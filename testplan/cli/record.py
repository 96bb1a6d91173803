"""``testplan record``: run the planned runs at the bench and keep the evidence."""

from __future__ import annotations

from pathlib import Path
from typing import TYPE_CHECKING, Annotated, Any

import typer

from testplan.cli.common import (
    CampaignOption,
    DbOption,
    QuietOption,
    command_group,
    open_for_reading,
    open_for_writing,
    parse_at,
    say,
)
from testplan.cli.errors import reports_errors
from testplan.domain.channels import CHANNELS
from testplan.errors import RecordError, TestplanError

if TYPE_CHECKING:  # pragma: no cover
    from sqlmodel import Session

    from testplan.store.tables import RawFile

app = command_group(
    "Record runs at the bench: start, logger data, observations, finish, data check."
)

RunArg = Annotated[str, typer.Argument(help="Run id from the plan, e.g. water-8@aged-1.")]
ByOption = Annotated[str, typer.Option("--by", help="Initials of the person recording.")]

# Which option gave each observation field, so a refusal names the option.
OPTION_OF = {
    ("ingress", ""): "--ingress",
    ("ingress", "where"): "--where",
    ("ingress", "live_parts"): "--live-parts",
    ("mass", "before"): "--mass-before",
    ("mass", "after"): "--mass-after",
    ("mass", ""): "--mass-before",
    ("function", ""): "--function",
    ("insulation", ""): "--insulation",
    ("corrosion", ""): "--rating",
    ("torque", "cycles"): "--cycles",
    ("torque", ""): "--torque",
    ("failure", "cycles"): "--cycles",
    ("failure", ""): "--failure",
    ("photo", ""): "--photo",
    ("note", ""): "--note",
}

**AIM OF THE TASK**:
Take every line from the records above that has the word "errors" and copy it.

**RESULT OF THIS TASK**:
from testplan.cli.errors import reports_errors
from testplan.errors import RecordError, TestplanError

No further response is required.